BACKGROUND: Although various placebo acupuncture devices have been developed and used in acupuncture research, there is controversy concerning whether these devices really serve as appropriate placebos for control groups. METHODS/DESIGN: The proposed study is a single-center prospective random sequence participant- and assessor-blinded trial with two parallel arms. A total of 76 participants will be randomly assigned to Group 1 or Group 2 in a 1:1 ratio. Group 1 will consist of Sham Streitberger’s needle, Real Streitberger’s needle, and Phantom acupuncture session. Group 2 will consist of Park Sham device with real needle, Park Sham device with sham needle, and no treatment session. Participants will have a total of three acupuncture sessions in a day.

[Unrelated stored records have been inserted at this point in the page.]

"use client";
// The read-only view behind a viewpoint link: one fault's surface in the saved camera and settings.
// Everything comes from the token-scoped routes under /api/v/[token]; nothing here links into the study.
import { useEffect, useMemo } from "react";
import { useQuery } from "@tanstack/react-query";
import { decodeFaultDisplay } from "@/lib/display/payload";
import type { PublicViewpoint } from "@/lib/contracts/viewpoints";
import { FaultSheet } from "@/components/workspace/FaultSheet";
import { FaultViewer } from "@/components/workspace/FaultViewer";
import { PinText } from "./PinText";
import { applySceneSettings, isBuiltInColourMode, useSceneSettings } from "@/scene/sceneSettingsStore";

class DisplayError extends Error {
  constructor(
    readonly status: number,
    message: string,
  ) {
    super(message);
  }
}

export function SharedViewpoint({ token, data }: { token: string; data: PublicViewpoint }) {
  // settings go into the store before the viewer first renders, so the first frame is already the saved view; the
  // store says which link's settings it holds
  useEffect(() => {
    applySceneSettings(data.viewpoint.settings, token);
  }, [data.viewpoint.settings, token]);
  const settingsApplied = useSceneSettings((state) => state.appliedFrom === token);
  // a shared view loads no analysis fields (stress colourings): only displacement and throw can be shown
  const colourNote = isBuiltInColourMode(data.viewpoint.settings.colourMode)
    ? null
    : `Coloured by displacement: the saved colouring (${data.viewpoint.settings.colourMode}) is not available in a shared view.`;

  const display = useQuery({
    queryKey: ["shared-display", token],
    enabled: data.analysis !== null,
    staleTime: Infinity,
    refetchOnWindowFocus: false,
    retry: false,
    queryFn: async () => {
      const response = await fetch(`/api/v/${encodeURIComponent(token)}/display`, { cache: "no-store" });
      if (!response.ok) {
        const body = await response.json().catch(() => ({}));
        throw new DisplayError(response.status, body.error ?? "The surface could not be loaded.");
      }
      return decodeFaultDisplay(new Uint8Array(await response.arrayBuffer()));
    },
  });

  const pins = useMemo(() => data.pins?.map((pin) => ({ id: pin.id, x: pin.x, y: pin.y, z: pin.z, resolved: pin.state === "resolved" })), [data.pins]);

  return (
    <main className="mx-auto max-w-[1600px] px-4 py-5" data-testid="shared-viewpoint">
      <div className="mb-4">
        <p className="eyebrow">Shared view · read-only</p>
        <h1 className="text-2xl font-semibold" data-testid="shared-fault-name">
          {data.fault.name}
        </h1>
        <p className="text-sm text-slate-600 dark:text-slate-300" data-testid="shared-viewpoint-title">
          {data.viewpoint.title}
        </p>
        {data.viewpoint.note && (
          <p className="mt-1 max-w-3xl whitespace-pre-line text-sm text-slate-500" data-testid="shared-viewpoint-note">
            {data.viewpoint.note}
          </p>
        )}
        {colourNote && <p className="mt-1 text-xs text-slate-500">{colourNote}</p>}
      </div>
      {!data.analysis ? (
        <div className="card p-10 text-center text-sm text-slate-500" data-testid="shared-no-surface">
          This fault has no finished analysis to show yet.
        </div>
      ) : (
        <div className="grid items-start gap-4 xl:grid-cols-[1fr_380px]">
          <div className="card overflow-hidden" data-testid="viewer-card">
            {display.data && settingsApplied ? (
              <FaultViewer display={display.data} pins={pins} initialCamera={data.viewpoint.camera} />
            ) : (
              <div
                className="flex h-[600px] items-center justify-center px-6 text-center text-sm text-slate-500"
                data-testid={display.isError ? "shared-display-error" : undefined}
              >
                {display.isError
                  ? display.error instanceof DisplayError && display.error.status === 410
                    ? `${display.error.message} Reload the page for details.`
                    : display.error.message
                  : "Loading surface…"}
              </div>
            )}
          </div>
          <aside className="card space-y-4 p-4" data-testid="shared-side">
            <p className="text-xs text-slate-500">
              Pick set v{data.analysis.pickSetVersion}
              {data.link.expiresAt ? ` · this link expires ${new Date(data.link.expiresAt).toUTCString()}` : ""}
            </p>
            <FaultSheet report={data.analysis.report} />
            {data.pins && (
              <section data-testid="shared-pins">
                <h2 className="mb-2 text-sm font-semibold">Pinned notes ({data.pins.length})</h2>
                {data.pins.length === 0 ? (
                  <p className="text-sm text-slate-500">No pinned notes on this fault.</p>
                ) : (
                  <ol className="space-y-2 text-sm">
                    {data.pins.map((pin) => (
                      <li key={pin.id} className="rounded-md bg-slate-50 p-2 dark:bg-slate-800/60" data-testid="shared-pin">
                        <div className="mb-0.5 flex items-baseline justify-between gap-2 text-xs">
                          <span className={`font-medium ${pin.state === "resolved" ? "text-slate-400" : "text-slip-700 dark:text-slip-300"}`}>{pin.state}</span>
                          <time className="text-slate-500" dateTime={pin.createdAt}>
                            {new Date(pin.createdAt).toLocaleDateString()}
                          </time>
                        </div>
                        <PinText text={pin.body} />
                        {pin.replies.length > 0 && (
                          <ol className="mt-2 space-y-1.5 border-l-2 border-slate-200 pl-2 dark:border-slate-700" aria-label="Replies">
                            {pin.replies.map((reply, index) => (
                              <li key={index} data-testid="shared-reply">
                                <time className="block text-[11px] text-slate-500" dateTime={reply.createdAt}>
                                  reply · {new Date(reply.createdAt).toLocaleDateString()}
                                </time>
                                <PinText text={reply.body} />
                              </li>
                            ))}
                          </ol>
                        )}
                      </li>
                    ))}
                  </ol>
                )}
              </section>
            )}
          </aside>
        </div>
      )}
    </main>
  );
}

The primary endpoint is blinding test questionnaire 1. Secondary endpoints are the Bang’s blinding index, the Massachusetts General Hospital Acupuncture Sensation Scale index, and physiological data including heart rate, heart rate variability, and skin conductance response. DISCUSSION: This trial will evaluate the relevance of using placebo acupuncture devices as controls using a validation test procedure. TRIAL REGISTRATION: Clinical Research Information Service: KCT0001347.